Gue Bangga Disebut Buaya


Tiap dengar kata “buaya” bisa dipastikan setiap orang langsung merujuk kepada salah satu jenis reptile buas yang mampu hidup di dua alam. Bagi para pejuang cinta “buaya” itu identik dengan frasa “lelaki buaya darat”, yang konon artinya seorang lelaki yang punya banyak pasangan atau bahasa kerennya playboy. Lalu pertanyaan muncul, kenapa hanya lelaki? Toh buaya kan juga ada yang betina. Kenapa nggak ada istilah “wanita buaya darat”? Yah, manusia yang punya istilah pasti sulit untuk menjawab, apalagi para buaya yang diistilahkan.

Faktanya buaya tuh sama sekali tidak seperti “buaya darat” yang doyan mengoleksi betina-betina. Menurut hasil penelitian, buaya ialah tipe binatang monogami, yang hanya kawin (Inget! Buaya nggak ada yang jadi penghulu jadi mereka nggak nikah) dengan satu betina hingga salah satu dari mereka meninggal. Selanjutnya, mereka pun, jantan atau betina, tetap menjaga kesetiaannya dengan tidak kawin dengan buaya lain. Sifat buaya yang hidup menyendiri juga mendukung sifat setianya itu. Mereka tidak suka hidup berkelompok. Buaya jantan selalu melakukan yang terbaik bagi betinanya. Mereka membuat sarang, berupa lubang besar, di sisi sungai sebagai tempat bermukim bersama sang betina. Buaya jantan juga menjadi pengintai yang ganas demi menjaga telur-telur mereka. Tuh kan, kurang setia apa mereka?

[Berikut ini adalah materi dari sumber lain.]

/**
 * External id (a string) -> row id (a positive integer), for the importer's hot path: two lookups per
 * signal row. An open-addressing hash table over typed arrays (linear probing, load factor at most 1/2),
 * each slot holding the key's index and its full 32-bit hash, so a probe touches one small array and
 * compares strings only when the hashes agree.
 *
 * Why not a Map: while a large file streams through the parser the Map's entries and key strings fall out
 * of the CPU caches, and each lookup then costs several cache misses. On 1M signal rows with 50,000
 * customers and 20,000 items this table took 0.38 s of lookups against 0.65 s for Map (papaparse
 * streaming the bench/import.bench.ts file, median of 2, measured 2026-12-02).
 *
 * The hash is FNV-1a (Fowler, Noll & Vo) over UTF-16 code units, with a final xor-shift so the low bits
 * used for the slot depend on every character.
 */
export class StringIdTable {
  #keys: string[] = [];
  #ids: number[] = [];
  /** Per slot: index into #keys + 1 (0 = empty). */
  #slots: Int32Array;
  #hashes: Int32Array;
  #mask: number;

  constructor(capacity = 16) {
    let size = 16;
    while (size < capacity * 2) size *= 2;
    this.#slots = new Int32Array(size);
    this.#hashes = new Int32Array(size);
    this.#mask = size - 1;
  }

  static from(keys: readonly string[], ids: ArrayLike<number>): StringIdTable {
    const t = new StringIdTable(keys.length);
    for (let i = 0; i < keys.length; i++) t.set(keys[i]!, ids[i]!);
    return t;
  }

  get size(): number {
    return this.#keys.length;
  }

  /** The row id of `key`, or -1 when the key is not in the table. */
  get(key: string): number {
    const h = hash(key);
    const slots = this.#slots;
    const hashes = this.#hashes;
    for (let s = h & this.#mask; ; s = (s + 1) & this.#mask) {
      const k = slots[s]!;
      if (k === 0) return -1;
      if (hashes[s] === h && this.#keys[k - 1] === key) return this.#ids[k - 1]!;
    }
  }

  has(key: string): boolean {
    return this.get(key) !== -1;
  }

  /** Adds `key`, or gives it a new row id if present. Row ids must be >= 0. */
  set(key: string, id: number): void {
    if (!(id >= 0)) throw new RangeError(`row id must be a non-negative number, got ${id}`);
    const h = hash(key);
    for (let s = h & this.#mask; ; s = (s + 1) & this.#mask) {
      const k = this.#slots[s]!;
      if (k === 0) {
        this.#keys.push(key);
        this.#ids.push(id);
        this.#slots[s] = this.#keys.length;
        this.#hashes[s] = h;
        if (this.#keys.length * 2 > this.#slots.length) this.#grow();
        return;
      }
      if (this.#hashes[s] === h && this.#keys[k - 1] === key) {
        this.#ids[k - 1] = id;
        return;
      }
    }
  }

  /** Keys and row ids in insertion order (to send the table to another thread as plain arrays). */
  entries(): { keys: string[]; ids: number[] } {
    return { keys: this.#keys.slice(), ids: this.#ids.slice() };
  }

  #grow(): void {
    const size = this.#slots.length * 2;
    const slots = new Int32Array(size);
    const hashes = new Int32Array(size);
    const mask = size - 1;
    for (let s = 0; s < this.#slots.length; s++) {
      const k = this.#slots[s]!;
      if (k === 0) continue;
      const h = this.#hashes[s]!;
      let t = h & mask;
      while (slots[t] !== 0) t = (t + 1) & mask;
      slots[t] = k;
      hashes[t] = h;
    }
    this.#slots = slots;
    this.#hashes = hashes;
    this.#mask = mask;
  }
}

function hash(key: string): number {
  let h = 0x811c9dc5;
  for (let i = 0; i < key.length; i++) h = Math.imul(h ^ key.charCodeAt(i), 0x01000193);
  return h ^ (h >>> 15);
}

Dalam mitos Betawi, buaya putih merupakan salah satu binatang suci yang hidup di sungai. Saking sucinya, masyarakat Betawi dahulu sangat menjaga kelestarian sungai / kali demi buaya putih itu. Mitos buaya putih itu konon yang menjadi asal muasal hadirnya roti buaya dalam tradisi pernikahan Betawi.  Roti buaya melambangkan kesetiaan, seperti halnya buaya yang hanya memiliki satu pasangan seumur hidupnya. Dua roti buaya dipersiapkan; jantan, dengan ukuran lebih besar, dan betina. Dengan kehadiran roti buaya, diharapkan kedua mempelai bisa terus hidup bersama sehidup semati, layaknya sepasang buaya. Melalui simbol buaya terhantur doa mulia.

Frasa “buaya darat”, mungkin hadir dari cara hidup buaya yang berpindah-pindah dari air ke daratan, dan sebaliknya. Ketidaksetiaan pada ekosistemnya inilah yang membuat orang merasa buaya merupakan binatang yang cocok untuk mendeskripsikan sifat lelaki yang hatinya tidak betah nyantol hanya di satu hati. Dengan menghiraukan cara hidupnya yang nomaden, seharusnya jangan jadikan lagi buaya sebagai sosok yang disalahkan atas ketidaksetiaan manusia. Gue sebagai manusia pun ngilu dengarnya. Seandainya mereka tahu telah diperlakukan secara tidak pantas oleh manusia Indonesia, mungkin mereka udah protes sana-sini, hehe.

Berjuta tahun buaya telah hidup, dan mereka tetap menjaga prinsip hidupnya, “satu kehidupan satu pasangan”.